Abi Labaien y Aitor Martxueta, profesor de la UPV/EHU //

«Quizás tenéis que haceros a la idea de que tenéis una niña con pene»

Abi Labaien, madre de Lucía, una niña trans que ha visibilizado su identidad públicamente, recuerda el día en el que fue capaz de «describir en una sola frase a nuestra hija», cuando le dijeron que era posible ser niña y tener pene. Ha contado su historia durante el curso de EHU-UPV sobre transexualidad infantil y juvenil.
Naiz, 2017-07-03
https://www.naiz.eus/eu/info/noticia/20170703/quizas-teneis-que-haceros-a-la-idea-de-que-teneis-una-nina-con-pene

«La diversidad es un tesoro» ha defendido Abi Labaien, madre de Lucía, una niña trans que ha visibilizado su identidad públicamente. La jornada se ha desarrollado en un ambiente cálido y emotivo dentro del marco ‘Transexualidad infantil y juvenil: ¿Cómo abordarla desde los ámbitos sanitario y educativo?’. Ella es, junto a su marido, madre de «dos niños con pene y una niña con pene» y hoy ha venido a contar su historia.

Lucía nació el 20 de diciembre de 2010. «Desde pequeña mostró interés por lo femenino: el color rosa, faldas y princesas. Era dulce y frágil. Nos agradó saber que, teniendo otros dos hermanos que jugaban al futbol y se peleaban, habíamos tenido un hijo con una personalidad algo diferente. Pero no le dimos mayor importancia a su conducta».

Sin embargo, a los tres años empezó a manifestar verbalmente que «odiaba a sus compañeros» porque eran «chicos muy burros». «Hubo una vez que me acerqué por la noche a su habitación para después descubrir que estaba llorando en silencio. Cuando le pregunté qué le pasaba, me respondió ‘no lo sé’. Fue entonces cuando Abi y su marido se dieron cuenta de que tras la conducta de Luken había algo más y que la situación se les iba ‘de las manos’».

Al principio se acercaron a Berdindu Familiak, donde les explicaron que su hijo era un «niño con un comportamiento no normativo». «Nos dijeron que la identidad sexual no se establecía hasta los doce años y que la mayoría de las veces este tipo de comportamientos cesaban con el tiempo y que no había que darle más importancia». Abi ha manifestado que en el momento sintió alivio por ver que lo que le ocurría a su hijo estaba dentro de la «normalidad». También decidió ponerse en contacto con Chrysallis Estatal, cuando aún no existía Chrysallis Euskal Herria, donde «Aingeru Mayor escuchó su historia» y le mandó información «simplemente para estar documentada».

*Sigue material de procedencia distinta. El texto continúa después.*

def _network_pairs(
    net: RoadNetwork,
    ssnap: Snap,
    s_off: np.ndarray,
    limit: float,
    demand: Any,
    n_demand: int,
    workers: int | None = None,
    memory_budget_gb: float | None = None,
) -> tuple[tuple[np.ndarray, np.ndarray, np.ndarray], tuple[np.ndarray, np.ndarray, np.ndarray], Snap, np.ndarray]:
    """Covering pairs through the network and along a site's own segment.

    ``demand()`` snaps the ``n_demand`` demand points, returning
    ``(snap, off-road seconds)``; it is called once, while forked
    processes already search from the sites when there are ``workers``.
    With ``memory_budget_gb``, the pairs are estimated from a sample of the
    sites' searches once the demand is snapped, and a relation that would
    not fit is refused then (see :func:`_estimate_pairs`).

    Returns ``((rows, colptr, seconds), (rows, cols, seconds), snap,
    off-road seconds)``: the first is a CSC pattern (demand rows of each
    site in turn, ``colptr`` of length ``m + 1``, rows unordered within a
    site), the second the direct legs along the site's own segment, to be
    merged by minimum.

    One bounded Dijkstra per site (exact limit: batching sources under one
    limit explores more and is slower).  Demand is kept sorted by the first
    end of its segment, so the demand met at the reached nodes is a set of
    contiguous runs and the gathers stay local.  The searches run in
    ``workers`` processes (see :func:`_search_workers`; the pairs are the
    same whatever the count).
    """
    n_nodes = net.n_nodes
    m = len(ssnap.segment)
    s_idx = np.flatnonzero(ssnap.snapped & (s_off <= limit))
    row_dtype = np.int32 if n_demand < 2**31 else np.int64
    made: dict[str, Any] = {}

    def demand_side() -> _DemandIndex:  # (while the children search: the direct legs too)
        made["snap"], made["off"] = demand()
        made["direct"] = _direct_legs(net, made["snap"], made["off"], ssnap, s_off, s_idx, limit)
        index = _DemandIndex.build(net, made["snap"], made["off"], row_dtype)
        if memory_budget_gb is not None and len(s_idx):
            from .coverage import check_memory

            pairs = _estimate_pairs(search.with_demand(index))
            check_memory(pairs, memory_budget_gb, n_demand, "network coverage", NETWORK_BYTES_PER_PAIR)
        return index

    if len(s_idx) == 0:
        demand_side()
        return (np.zeros(0, np.int32), np.zeros(m + 1, np.int64), np.zeros(0)), made["direct"], made["snap"], made["off"]
    s_node = _at_node(net, ssnap, s_idx)  # a route from a site standing on a node does not pay its penalty
    graph = _source_graph(net, ssnap, s_idx)
    budget = limit - s_off[s_idx]  # time left on the network for each site
    search = _SiteSearch(graph, n_nodes, limit, budget, s_node, s_off[s_idx], row_dtype, n_demand)
    n_workers = _search_workers(workers, len(s_idx), n_nodes)
    search, rows, vals, per_site = _run_searches(search, n_workers, demand_side)
    dsnap, d_off = made["snap"], made["off"]
    count = np.zeros(m, dtype=np.int64)
    count[s_idx] = per_site
    colptr = np.zeros(m + 1, dtype=np.int64)
    np.cumsum(count, out=colptr[1:])
    return (rows, colptr, vals), made["direct"], dsnap, d_off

No obstante, ese alivió «duró poco» porque en Navidades de 2014 Lucía, entonces Luken, le dijo a su madre que quería disfrazarse de Mari Domingi en vez de «ir de Olentzero». «Yo estaba acostumbrada a que mi hijo se disfrazase de princesa en la calle, pero para mí que fuese de Mari Domingi era ir un paso más allá. Tenía otras connotaciones. Pero cuando fui a la escuela y su profesora me dijo que Luken había dicho en clase que quería ir de Mari Domingi, y que yo no le dejaba, me faltó tiempo para ir a comprarle la tela para hacerle un megadisfraz. Y os puedo asegurar que el 24 de diciembre fue la niña más feliz del pueblo».

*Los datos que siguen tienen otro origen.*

def _spread(
    frame: "gpd.GeoDataFrame",
    geoms: np.ndarray,
    people: np.ndarray,
    populated: np.ndarray,
    degenerate: np.ndarray,
    weight_raster: Any,
    spacing: float | None,
    work: Any,
    notes: list[str],
) -> tuple[np.ndarray, np.ndarray, np.ndarray, np.ndarray, dict[str, Any]]:
    """Split each populated polygon over raster cells or lattice squares (see demand_from_areas)."""
    import shapely

    from .spread import MAX_CELLS_PER_POLYGON, farthest_vertex, lattice_cells, split_polygon

    xy_parts: list[np.ndarray] = []
    w_parts: list[np.ndarray] = []
    u_parts: list[np.ndarray] = []
    f_parts: list[np.ndarray] = []
    single: list[int] = []
    by_raster = by_lattice = 0
    skip = set(degenerate.tolist())
    cells_of = None
    if weight_raster is not None:
        cells_of = _RasterCells(weight_raster, work)
    try:
        for row in populated.tolist():
            poly = geoms[row]
            part = None
            if row not in skip:
                if cells_of is not None:
                    cells, centres, density = cells_of.around(poly)
                    part = split_polygon(poly, cells, centres, density) if len(cells) else None
                    by_raster += part is not None
                if part is None and spacing is not None:
                    try:
                        cells, centres = lattice_cells(shapely.bounds(poly), spacing)
                    except ValueError as exc:
                        raise ParameterError(
                            f"spacing_m: feature {frame.index[row]} would need {exc.args[0]} lattice cells at "
                            f"{spacing:g} m (limit {MAX_CELLS_PER_POLYGON}); choose a larger spacing",
                            "spacing_m",
                        ) from None
                    part = split_polygon(poly, cells, centres, np.ones(len(cells)))
                    by_lattice += part is not None
            if part is None:
                point = shapely.point_on_surface(poly)
                pxy = shapely.get_coordinates(point).reshape(1, 2)
                xy_parts.append(pxy)
                w_parts.append(np.array([people[row]]))
                f_parts.append(farthest_vertex(np.array([poly], dtype=object), pxy))
                u_parts.append(np.array([row], dtype=np.int64))
                single.append(row)
                continue
            share = part.share
            w = people[row] * share
            w[-1] = people[row] - w[:-1].sum()  # the polygon's total, to the last bit
            if w[-1] < 0:  # cannot happen with shares summing to 1, but never emit negative people
                w = people[row] * share
            xy_parts.append(part.xy)
            w_parts.append(w)
            f_parts.append(part.footprint)
            u_parts.append(np.full(len(w), row, dtype=np.int64))
    finally:
        if cells_of is not None:
            cells_of.close()
    if single:
        why = "no area left after repair, or no weight in the weight raster inside"
        notes.append(
            f"{len(single)} polygon(s) got one inside point ({why}; ids {_id_list(frame, np.array(single))})"
        )
    cat = (lambda parts, dt, shape: np.concatenate(parts) if parts else np.zeros(shape, dtype=dt))
    xy = cat(xy_parts, np.float64, (0, 2))
    details = {
        "spread_by": "weight_raster" if weight_raster is not None else "lattice",
        "spacing_m": spacing,
        "weight_raster": None if weight_raster is None else str(weight_raster),
        "polygons_by_raster": by_raster,
        "polygons_by_lattice": by_lattice,
        "polygons_single_point": len(single),
    }
    return (
        xy,
        cat(w_parts, np.float64, (0,)),
        cat(u_parts, np.int64, (0,)),
        cat(f_parts, np.float64, (0,)),
        details,
    )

A continuación, el Día de Reyes, Abi volvió a hablar con Aingeru para explicarle la situación, y éste le contestó «quizás tenéis que haceros a la idea de que tenéis una niña con pene». «Esa fue la primera vez en la que una persona fue capaz de describir en una sola frase a nuestra hija». Tal y como ha afirmado la madre, eso supuso «romper todos los esquemas mentales» que tenían y poner «de un plumazo patas arriba» sus vidas. «Cuando le explicamos a Luken que existen niñas con pene y niños con vulva se le dibujó una sonrisa en la cara y se tranquilizó mucho». Sin embargo, Abi ha apuntado que hubo algunos momentos de tensión entre sus hermanos. «Aunque ellos no se tomasen mal tener a una hermana en vez de a un hermano, a veces hubo mucho desconcierto. Nosotros optamos por el diálogo, y utilizando la metáfora del futbol, decirles ‘nosotros somos un equipo en el que, si jugamos bien todos, disfrutaremos de un partido estupendo».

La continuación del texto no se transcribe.